Government introduces principles of 2018-2021 budget strategy ({{commentsTotal}})

At a government meeting, Stenbock House, Tallinn.
At a government meeting, Stenbock House, Tallinn. Source: (Siim Lõvi/ERR)

The government agreed on the principles of the 2018-2021 budget strategy in Wednesday’s cabinet meeting. Allocations to healthcare and defense will increase, new taxes on cars and banks’ business are not to be expected. A pay raise for kindergarten teachers discussed earlier was also left out.

The government agreed to use past years’ budget surplus in the amount of 0.5 percent of Estonia’s gross domestic product (GDP) for strategic investments in 2018 and 2019. In 2020 this is to be reduced to 0.3 percent GDP, and for 2021 the government expects a balanced budget again.

Over the next four years €215 million in additional funding is to be spent on healthcare and improving public health. Defense spending is set to increase as well, with an additional €60 million allocated to national defense beyond the 2 percent GDP goal of NATO’s member states.

Additional investments in infrastructure are planned as well, including further support for public transport.

In an interview with ETV’s “Aktuaalne Kaamera” newscast on Wednesday, Prime Minister Jüri Ratas (Center) said that the most difficult part of the debate had been the sustainability of healthcare funding.

The prime minister was reluctant to call the planned cut into the previous years' surpluses a deficit, but eventually conceded that the step amounted to as much, though a budgeted deficit was not necessary.

Ratas insisted that the government’s plans didn’t mean spending now and leaving it to future generations to foot the bill. “We’re certainly not handing out a single cent we don’t have today,” Ratas said. “We can only spend what we can cover in reality.”

The prime minister did not comment where the additional €215 million for healthcare will come from.

Sester: No specific sources of revenue tied to specific expenses

Minister of Finance Sven Sester (IRL) explained to ERR on Wednesday that the budget didn’t include indexed expenses corresponding directly to different sources of revenue. Specific expenses did not come with a specific source of funds to cover them.

“There is no specific price tag. We could just as well ask where the money to move the Academy of Security Sciences is going to come from, or the money for increasing salaries in the public sector,” Sester said, adding that there was no specific expense that required introducing a new tax.

As an example of a future source of money, Sester mentioned taking AS Tallinna Sadam (Port of Tallinn) to the stock market.

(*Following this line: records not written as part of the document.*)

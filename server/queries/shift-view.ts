import type { z } from "zod";
import type { ShiftTaskInput, ShiftView } from "../../shared/schemas/shift";
import { atLocalTime } from "../../shared/time/zone";
import { row, rows } from "../lib/db";
import type { Actor } from "../lib/policy";
import { abilities } from "../lib/policy";
import type { Shift } from "../models/shift";
import { shiftPolicy } from "../policies";

interface RevisionRow {
  number: number;
  localStart: string;
  reason: string | null;
  authorName: string | null;
  at: Date;
  lengthMin: number;
  how: "unknown" | "like-the-rest" | "quiet";
  quietDb: number | null;
  note: string | null;
  isVoid: boolean;
  tasks: (ShiftTaskInput & { taskName: string })[];
}

/** A shift as it stands and every revision before it. */
export async function shiftView(actor: Actor, shift: Shift): Promise<z.input<typeof ShiftView>> {
  const worker = await row<{ name: string }>("SELECT name FROM workers WHERE id = :id", {
    id: shift.workerId,
  });
  const revisions = await rows<RevisionRow>(
    `SELECT v.number, to_char(v.local_start, 'HH24:MI') AS "localStart", v.reason, u.name AS "authorName", v.created_at AS at, v.length_min AS "lengthMin",
       v.unaccounted_how AS how, v.unaccounted_level_db AS "quietDb", v.note, v.is_void AS "isVoid",
       coalesce((SELECT json_agg(json_build_object('taskId', t.task_id, 'taskName', k.name, 'durationMin', t.duration_min, 'wornPct', t.worn_pct,
                 'wornIsShiftWide', t.worn_is_shift_wide) ORDER BY t.position) FROM shift_tasks t JOIN tasks k ON k.id = t.task_id WHERE t.shift_revision_id = v.id), '[]') AS tasks
     FROM shift_revisions v LEFT JOIN users u ON u.id = v.author_id WHERE v.shift_id = :id ORDER BY v.number DESC`,
    { id: shift.id },
  );
  const current = revisions[0] as RevisionRow;
  const local = atLocalTime(shift.date, current.localStart, shift.timeZone);
  return {
    shiftId: shift.id,
    revision: shift.revision,
    localStart: current.localStart,
    whichHour:
      local.kind === "twice"
        ? local.first.getTime() === shift.startsAt.getTime()
          ? "first"
          : "second"
        : null,
    lengthMin: current.lengthMin,
    unaccounted:
      current.how === "quiet" ? { how: "quiet", levelDb: current.quietDb! } : { how: current.how },
    tasks: current.tasks,
    note: current.note,
    authorName: current.authorName,
    savedAt: current.at.toISOString(),
    workerId: shift.workerId,
    workerName: worker?.name ?? "",
    date: shift.date,
    timeZone: shift.timeZone,
    crewId: shift.crewId,
    isVoid: shift.isVoid,
    revisions: revisions.map(({ number, reason, authorName, at, lengthMin, tasks, isVoid }) => ({
      number,
      reason,
      authorName,
      at: at.toISOString(),
      lengthMin,
      tasks,
      isVoid,
    })),
    can: abilities(shiftPolicy, actor, shift),
  };
}
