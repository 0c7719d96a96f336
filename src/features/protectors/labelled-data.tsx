import type { I18n } from "@lingui/core";
import type { z } from "zod";
import { formatLevel } from "../../../shared/format/level";
import type { Locale } from "../../../shared/i18n/index";
import type { RegisterData } from "../../../shared/schemas/protector";

type Facts = Pick<
  z.infer<typeof RegisterData>,
  "usRatingDb" | "snrDb" | "hDb" | "mDb" | "lDb" | "slc80Db" | "percentile" | "auClass"
>;

/** What stands on a label, as far as it is stated: "SNR 33, H 34, M 30, L 26"; the class is the only one without a unit. */
export function labelledData(
  i18n: I18n,
  facts: Facts,
  locale: Locale,
): { key: string; label: string; value: string; isLevel: boolean }[] {
  const numbers = [
    { key: "us", label: i18n.t("US single number"), db: facts.usRatingDb },
    { key: "most", label: i18n.t("Most users"), db: facts.percentile?.mostDb ?? null },
    { key: "few", label: i18n.t("Few users"), db: facts.percentile?.fewDb ?? null },
    { key: "snr", label: i18n.t("SNR"), db: facts.snrDb },
    { key: "h", label: i18n.t("H"), db: facts.hDb },
    { key: "m", label: i18n.t("M"), db: facts.mDb },
    { key: "l", label: i18n.t("L"), db: facts.lDb },
    { key: "slc80", label: i18n.t("SLC80"), db: facts.slc80Db },
  ];
  const levels = numbers.flatMap(({ key, label, db }) =>
    db === null ? [] : [{ key, label, value: formatLevel(db, locale), isLevel: true }],
  );
  return facts.auClass === null
    ? levels
    : [
        ...levels,
        {
          key: "class",
          label: i18n.t("Australian class"),
          value: String(facts.auClass),
          isLevel: false,
        },
      ];
}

Income like this couldn’t be directly connected to expenses. “Tallinna Sadam’s IPO is an example of a one-off gain that can be used to cross-finance healthcare, among other things,” Sester said.

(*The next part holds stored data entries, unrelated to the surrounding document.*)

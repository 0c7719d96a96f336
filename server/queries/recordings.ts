import type { z } from "zod";
import type {
  CalibrationTone,
  RecordingFilter,
  RecordingPage,
  RecordingView,
} from "../../shared/schemas/recording";
import { decodeCursor, pageFrom } from "../lib/cursor";
import { row, rows } from "../lib/db";
import { only } from "../lib/only";
import { type Actor, abilities, visible } from "../lib/policy";
import { isoInstant } from "../lib/sql-instant";
import { historyPolicy } from "../policies";

type Found = Omit<RecordingView, "can">;

const FACTS = `r.id, r.site_id AS "siteId", s.time_zone AS "timeZone", r.task_id AS "taskId", t.name AS "taskName", r.file_name AS "fileName",
    r.size_bytes::float8 AS "sizeBytes", r.state, r.progress_pct AS "progressPct", r.calibration, r.analysis, r.failure, r.accepted,
    r.file_id AS "fileId", r.keep_reason AS "keepReason", r.delete_on::text AS "deleteOn", u.name AS "authorName",
    ${isoInstant("r.created_at")} AS "createdAt", r.revision,
    ARRAY(SELECT DISTINCT l.effective_from::text FROM task_levels l WHERE l.recording_id = r.id ORDER BY 1) AS "usedFrom"`;
const TABLES = `recordings r JOIN sites s ON s.id = r.site_id JOIN tasks t ON t.id = r.task_id LEFT JOIN users u ON u.id = r.author_id`;

export async function recordingView(actor: Actor, id: string): Promise<RecordingView> {
  const found = only(await rows<Found>(`SELECT ${FACTS} FROM ${TABLES} WHERE r.id = :id`, { id }));
  return { ...found, can: abilities(historyPolicy, actor, found) };
}

export async function listRecordings(
  actor: Actor,
  filter: z.output<typeof RecordingFilter>,
): Promise<z.input<typeof RecordingPage>> {
  const cursor = decodeCursor(filter.cursor, 2);
  const conditions = [visible(historyPolicy, actor, "r")];
  if (filter.taskId) conditions.push("r.task_id = :taskId");
  if (filter.siteId) conditions.push("r.site_id = :siteId");
  if (filter.isKept) conditions.push("r.file_id IS NOT NULL AND r.state = 'analysed'");
  if (cursor)
    conditions.push(
      "(r.created_at, r.id) < (CAST(:before AS timestamptz), CAST(:beforeId AS uuid))",
    );
  const found = await rows<Found & { at: string }>(
    `SELECT ${FACTS}, r.created_at::text AS at FROM ${TABLES} WHERE ${conditions.join(" AND ")} ORDER BY r.created_at DESC, r.id DESC LIMIT :limit`,
    {
      taskId: filter.taskId,
      siteId: filter.siteId,
      before: cursor?.[0] ?? null,
      beforeId: cursor?.[1] ?? null,
      limit: filter.limit + 1,
    },
  );
  const page = pageFrom(found, filter.limit, ({ at, id }) => [at, id]);
  return {
    ...page,
    rows: page.rows.map(({ at: _, ...one }) => ({
      ...one,
      can: abilities(historyPolicy, actor, one),
    })),
  };
}

/** A tone measured at this site; null: there is none of that id. */
export function findTone(id: string, siteId: string): Promise<CalibrationTone | null> {
  return row<CalibrationTone>(
    `SELECT id, file_name AS "fileName", tone_db AS "toneDb", frequency_hz AS "frequencyHz", channels
     FROM calibration_tones WHERE id = :id AND site_id = :siteId`,
    { id, siteId },
  );
}
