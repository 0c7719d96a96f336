import type { z } from "zod";
import { METHODS } from "../../shared/acoustics/methods";
import { decidingTask } from "../../shared/acoustics/protection/adequacy";
import { levelOf, mainLimit, ruleSetVersion } from "../../shared/rule-sets";
import type { HistoryFilter, HistoryPage } from "../../shared/schemas/worker";
import { decodeCursor, pageFrom } from "../lib/cursor";
import { row, rows } from "../lib/db";
import { groupBy } from "../lib/group-by";
import { type Actor, visible } from "../lib/policy";
import { dayPolicy } from "../policies";
import {
  DAY_FIGURES_COLUMNS,
  type DayFiguresRow,
  presentDayFigures,
} from "../presenters/day-figures";
import { type DayRefs, hydrateDays, ruleSetsOf } from "./day-inputs";

type HistoryRow = z.input<typeof HistoryPage>["rows"][number];

function underItsRules(row: DayFiguresRow): Pick<HistoryRow, "limit" | "kindsOver"> {
  const ruleSet = ruleSetVersion(row.ruleSetKey, row.ruleSetVersion);
  if (!ruleSet) return { limit: null, kindsOver: [] };
  const limit = mainLimit(ruleSet);
  const over = row.governingCriteria.filter(({ verdict }) => verdict === "over");
  return {
    limit: { levelDb: levelOf(limit), isAtEar: limit.judged === "at-the-ear" },
    kindsOver: [
      ...new Set(
        ruleSet.criteria
          .filter(({ id }) => over.some(({ criterionId }) => criterionId === id))
          .map(({ kind }) => kind),
      ),
    ],
  };
}

/** A worker's days with their current results, latest first, as far as the actor may see them. */
export async function workerHistory(
  actor: Actor,
  workerId: string,
  filter: z.output<typeof HistoryFilter>,
): Promise<z.input<typeof HistoryPage>> {
  const before = decodeCursor(filter.cursor, 1)?.[0];
  const conditions = ["d.worker_id = :workerId", visible(dayPolicy, actor, "d")];
  if (filter.from) conditions.push("d.date >= :from");
  if (filter.to) conditions.push("d.date <= :to");
  if (before) conditions.push("d.date < CAST(:before AS date)");
  const found = await rows<
    DayFiguresRow & { shiftMin: number; isStale: boolean; endsAt: Date | null }
  >(
    `SELECT ${DAY_FIGURES_COLUMNS("r")}, r.shift_min AS "shiftMin", d.is_stale AS "isStale",
       (SELECT max(s.ends_at) FROM shifts s WHERE s.worker_id = d.worker_id AND s.date = d.date AND NOT s.is_void) AS "endsAt"
     FROM days d JOIN day_results r ON r.id = d.current_result_id WHERE ${conditions.join(" AND ")} ORDER BY d.date DESC LIMIT :limit`,
    { workerId, from: filter.from, to: filter.to, before, limit: filter.limit + 1 },
  );
  const [latest] = found;
  const wordsByUse =
    actor.workerId === workerId && before === undefined && latest
      ? await wordsOfDay(workerId, latest)
      : [];
  return pageFrom(
    found.map((row) => ({
      ...presentDayFigures(row),
      shiftMin: row.shiftMin,
      isStale: row.isStale,
      // An imported day is no account of a shift's hours.
      endsAt: row.origin === "computed" ? (row.endsAt?.toISOString() ?? null) : null,
      ...underItsRules(row),
      wordsByUse: row === latest ? wordsByUse : [],
    })),
    filter.limit,
    ({ date }) => [date],
  );
}

/** A day evaluated again for the word of each protector in the tasks of its use; where a rule judges the shift, the day's. */
async function wordsOfDay(
  workerId: string,
  { resultId, date, origin, word }: DayFiguresRow,
): Promise<HistoryRow["wordsByUse"]> {
  if (origin !== "computed") return [];
  const found = await row<{ refs: DayRefs; methodVersion: number }>(
    `SELECT refs, method_version AS "methodVersion" FROM day_results WHERE id = :resultId`,
    { resultId },
  );
  const method = found && METHODS[found.methodVersion];
  if (!method) return [];
  const [input] = await hydrateDays([{ workerId, date, refs: found.refs }]);
  if (!input) return [];
  const { governing } = ruleSetsOf(found.refs);
  const judged = new Map(
    method.evaluateDay(input, governing, []).tasks.map((task) => [task.timedTaskId, task]),
  );
  const worn = input.shifts
    .flatMap(({ tasks }) => tasks)
    .flatMap(({ id, protection }) => {
      const task = judged.get(id);
      return protection?.assignmentId && task?.isWorn
        ? [{ assignmentId: protection.assignmentId, task }]
        : [];
    });
  return [...groupBy(worn, ({ assignmentId }) => assignmentId)].map(([assignmentId, own]) => ({
    assignmentId,
    word:
      governing.protection.adequacy === "en-458"
        ? (decidingTask(own.map(({ task }) => task))?.word ?? null)
        : word,
  }));
}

The minister stressed that the government had taken the principal position that taxes related to earnings would be lowered, and taxes linked to consumption increased.

More money for defense and infrastructure

In addition to the 2 percent GDP minimum set as a spending aim by NATO members, national defense will see another €60 million in investments. The plan is to buy ammunition. 

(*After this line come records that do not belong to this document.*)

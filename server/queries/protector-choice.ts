import { lawAtEar } from "../../shared/acoustics/outside-criterion";
import {
  ProtectorChoice,
  type RankedProtector,
  type Wearer as WearerOf,
  type WornGear,
} from "../../shared/acoustics/protection/choose-protector";
import { noisesOf, wornMinOf } from "../../shared/acoustics/protection/noises";
import type { RuleSetVersion, TimedTask } from "../../shared/acoustics/types";
import { besideScaleDb } from "../../shared/rule-sets";
import type { ProtectorChoiceView, Wearer } from "../../shared/schemas/choice";
import { todayAt } from "../lib/calendar";
import { row, rows } from "../lib/db";
import { only } from "../lib/only";
import { type Actor, visible } from "../lib/policy";
import { workerPolicy } from "../policies";
import { gridTasks } from "./day-grid";
import {
  activeChecksOf,
  bareTask,
  fitsOf,
  offersAt,
  pairsOf,
  requiredGear,
} from "./register-offers";
import { type SettingsInForce, settingsInForce } from "./site-settings";

/** Whose noise protectors are compared for. */
export interface ChoiceSubject {
  readonly kind: "task" | "job";
  readonly id: string;
  readonly name: string;
  readonly siteId: string;
}

/** Of a task that is in no nominal day. */
const ASSUMED_MIN = 480;
/** Assigned in one go, as the route takes them. */
const MOST_WEARERS = 200;
const MOST_PAIRS = 30;

/**
 * The register in the order in which it suits a task or a job's nominal day, single and double, and who would wear it.
 *
 * @throws AppError not-computed, where the site has no rules today.
 */
export async function protectorChoice(
  actor: Actor,
  subject: ChoiceSubject,
): Promise<ProtectorChoiceView> {
  const { siteId } = subject;
  const site = only(
    await rows<{ name: string; timeZone: string }>(
      `SELECT name, time_zone AS "timeZone" FROM sites WHERE id = :siteId`,
      { siteId },
    ),
  );
  const date = todayAt(site.timeZone);
  const settings = await settingsInForce(siteId, date);
  const { governing } = settings;
  const { adequacy, targetDb } = governing.protection;
  const { noises, gear, longestMin, singles, rank } = await choiceFor(
    actor,
    subject,
    date,
    settings,
  );
  const pairs = await pairsOf(singles, date);
  const wearers = await wearersOf(actor, subject, date, governing.protection);
  const creditedModelIds = settings.creditsActivePart ? checkedOnAll(wearers) : undefined;
  const ofAll = { wornGear: gear, fits: new Map(), creditedModelIds };
  return {
    subject: {
      ...subject,
      siteName: site.name,
      area: subject.kind === "task" ? await areaOf(subject.id) : null,
    },
    date,
    ruleSetKey: governing.key,
    ruleSetVersion: governing.version,
    targetDb: adequacy === "not-stated" ? null : targetDb,
    noises: noises.map(({ taskId, name, level, durationMin }) => ({
      taskId,
      taskName: name,
      levelDb: level.levelDb,
      durationMin,
      hasSpectrum: level.octaveBandsDb !== null,
    })),
    isDurationAssumed: subject.kind === "task" && longestMin === null,
    requiredGear: gear,
    creditsActivePart: settings.creditsActivePart,
    singles: rank(singles, ofAll),
    pairs: rank(pairs, ofAll)
      .filter(({ wornDb }) => wornDb !== null)
      .slice(0, MOST_PAIRS),
    wearers: wearers.slice(0, MOST_WEARERS),
    hasMoreWearers: wearers.length > MOST_WEARERS,
  };
}

/** The register at a site, and how it is ranked for what one or all of those wear who do this work. */
export async function choiceFor(
  actor: Actor,
  subject: Pick<ChoiceSubject, "kind" | "id" | "siteId">,
  date: string,
  settings: SettingsInForce,
) {
  const { siteId } = subject;
  const { governing } = settings;
  const longestMin = subject.kind === "task" ? await longestNominalMin(subject.id) : null;
  const minutes =
    subject.kind === "task"
      ? new Map([[subject.id, longestMin ?? ASSUMED_MIN]])
      : await nominalMinutes(subject.id);
  const tasks = (await gridTasks(siteId, date)).flatMap((task): TimedTask[] => {
    const durationMin = minutes.get(task.id);
    return durationMin === undefined ? [] : [bareTask(task, durationMin)];
  });
  // A task by itself was chosen because of its noise, whatever its level.
  const noises = noisesOf(tasks, governing, { site: settings, mustWear: subject.kind === "task" });
  const gear = await requiredGear(noises.map(({ taskId }) => taskId));
  const singles = await offersAt(actor, siteId, date);
  const rank = (
    offers: typeof singles,
    wearer: Pick<WearerOf, "wornGear" | "fits" | "creditedModelIds" | "barredModelIds">,
  ): RankedProtector[] =>
    new ProtectorChoice(
      offers,
      governing.protection,
      lawAtEar(governing),
      besideScaleDb(governing),
    ).for({ noises, personalTargetDb: null, wornMin: wornMinOf(noises), ...wearer });
  return { noises, gear, longestMin, singles, rank };
}

/** What is credited for a group is what the verdict of each of them would rest on; more than are known prove nothing. */
function checkedOnAll(wearers: readonly Wearer[]): Set<string> {
  const [first, ...others] = wearers.length > MOST_WEARERS ? [] : wearers;
  return new Set(
    first?.checkedModelIds.filter((modelId) =>
      others.every(({ checkedModelIds }) => checkedModelIds.includes(modelId)),
    ),
  );
}

/** How long each task of a job's nominal day lasts, in minutes by task. */
async function nominalMinutes(id: string): Promise<Map<string, number>> {
  const found = await rows<{ taskId: string; durationMin: number }>(
    `SELECT task_id AS "taskId", duration_min AS "durationMin" FROM job_tasks WHERE job_id = :id`,
    { id },
  );
  return new Map(found.map(({ taskId, durationMin }) => [taskId, durationMin]));
}

const areaOf = (taskId: string) =>
  row<{ id: string; name: string }>(
    "SELECT a.id, a.name FROM tasks t JOIN areas a ON a.id = t.area_id WHERE t.id = :taskId",
    { taskId },
  );

async function longestNominalMin(taskId: string): Promise<number | null> {
  const found = await row<{ longest: number | null }>(
    `SELECT max(j.duration_min) AS longest FROM job_tasks j JOIN jobs b ON b.id = j.job_id AND NOT b.is_archived WHERE j.task_id = :taskId`,
    { taskId },
  );
  return found?.longest ?? null;
}

type WearerRow = Omit<Wearer, "fits" | "checkedModelIds"> & { wornGear: WornGear[] };

/** Workers of the job, or of the jobs that have the task, with what is assigned to them for this use. */
async function wearersOf(
  actor: Actor,
  { kind, id, siteId }: ChoiceSubject,
  date: string,
  rule: RuleSetVersion["protection"],
): Promise<Wearer[]> {
  const ofSubject =
    kind === "job"
      ? "w.job_id = :id"
      : "EXISTS (SELECT 1 FROM job_tasks j WHERE j.job_id = w.job_id AND j.task_id = :id)";
  const ofUse =
    kind === "job"
      ? "a.task_id IS NULL AND a.area_id IS NULL"
      : "(a.task_id = :id OR (a.task_id IS NULL AND (a.area_id IS NULL OR a.area_id = (SELECT area_id FROM tasks WHERE id = :id))))";
  const found = await rows<WearerRow>(
    `SELECT w.id, w.name, w.employee_number AS "employeeNumber", w.worn_gear AS "wornGear", w.hired_on::text AS "hiredOn",
       (SELECT c.name FROM crew_memberships m JOIN crews c ON c.id = m.crew_id WHERE m.worker_id = w.id AND m.valid @> CAST(:date AS date)
        ORDER BY lower(m.valid) DESC LIMIT 1) AS "crewName",
       (SELECT i.name || coalesce(' + ' || o.name, '') FROM assignments a JOIN protector_models i ON i.id = a.inner_model_id
          LEFT JOIN protector_models o ON o.id = a.outer_model_id
        WHERE a.worker_id = w.id AND a.valid @> CAST(:date AS date) AND ${ofUse} ORDER BY a.task_id NULLS LAST, a.area_id NULLS LAST LIMIT 1) AS "currentName",
       coalesce((SELECT json_agg(json_build_object('use', CASE WHEN a.task_id IS NOT NULL THEN 'subject' WHEN a.area_id IS NOT NULL THEN 'area' ELSE 'everywhere' END,
          'modelId', a.inner_model_id, 'outerModelId', a.outer_model_id, 'fromDate', lower(a.valid)::text))
        FROM assignments a WHERE a.worker_id = w.id AND upper_inf(a.valid) AND (a.task_id = :id OR a.task_id IS NULL)
          AND (a.area_id IS NULL OR a.area_id = (SELECT area_id FROM tasks WHERE id = :id))), '[]') AS holds
     FROM workers w WHERE w.site_id = :siteId AND ${ofSubject} AND w.hired_on <= CAST(:date AS date) + 31
       AND (w.left_on IS NULL OR w.left_on >= CAST(:date AS date)) AND ${visible(workerPolicy, actor, "w")}
     ORDER BY w.name, w.id LIMIT ${MOST_WEARERS + 1}`,
    { id, siteId, date },
  );
  const ids = found.map(({ id: workerId }) => workerId);
  const fits = await fitsOf(ids, date, rule);
  const checks = await activeChecksOf(ids, date);
  return found.map((worker) => ({
    ...worker,
    checkedModelIds: [...(checks.get(worker.id) ?? [])],
    fits: [...(fits.get(worker.id) ?? [])].map(([modelId, { parDb, hasPassed, needDb }]) => ({
      modelId,
      parDb,
      hasPassed,
      needDb,
    })),
  }));
}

The cabinet also want to invest €45 million in Estonia’s infrastructure over the next year. All in all, investments in transport and public transport are set to grow by some €70 million.

Minister of Economic Affairs and Infrastructure Kadri Simson (Center) said she considered the infrastructure investments one of the most important aspects of the government’s new budget strategy, with a total of €135 million to be spent over the next three years. “This additional injection will help us complete several other large and long awaited projects beside the Tallinn-Tartu highway,” Simson said.

Considering that structural support from the European Union was quickly drying up, these additional means would help Estonia reach its targets, and with it contribute to improving its economic situation, the minister added.

The overall contribution to public transport is set to increase by €70 million to €92 million, of which €34.1 million will go to passenger train operator Elron, €34.8 million to bus operators in the counties, and €22.8 million to sea and air transport.

The budget strategy would also include an option for a minimum excise duty on electricity for industrial bulk consumers, Simson said. This would free up capital in businesses to increase their investments and create additional jobs. This step showed that the government was taking business into account, and was working to improve Estonia’s business environment, Simson said. The according legislation was planned for 2018.

No car tax to be introduced

The coalition’s negotiations in 2016 included a tax on cars. This plan seems to have been given up for the time being. Finance Minister Sven Sester said that he was glad that the coalition had supported his proposal to drop the idea, as it would have increased the tax burden on all those who needed a car. “As it is possible to put a budget together for the next years without such a new tax, it’s reasonable to give it up,” Sester said.

Sugar tax remains part of the package

The government agreed to go ahead with the introduction of a new tax on sugary drinks. The highly controversial measure will most likely affect products that contain at least 5 g of sugar per 100 ml. According to the government, the aim isn’t to make sugary drinks more expensive, but to get producers to change their recipes and lower sugar content.

The government plans to exclude natural fruit juice from the measure. As this means going against the principle of equal treatment of producers up to an extent, the government is applying for an exception with the European Commission.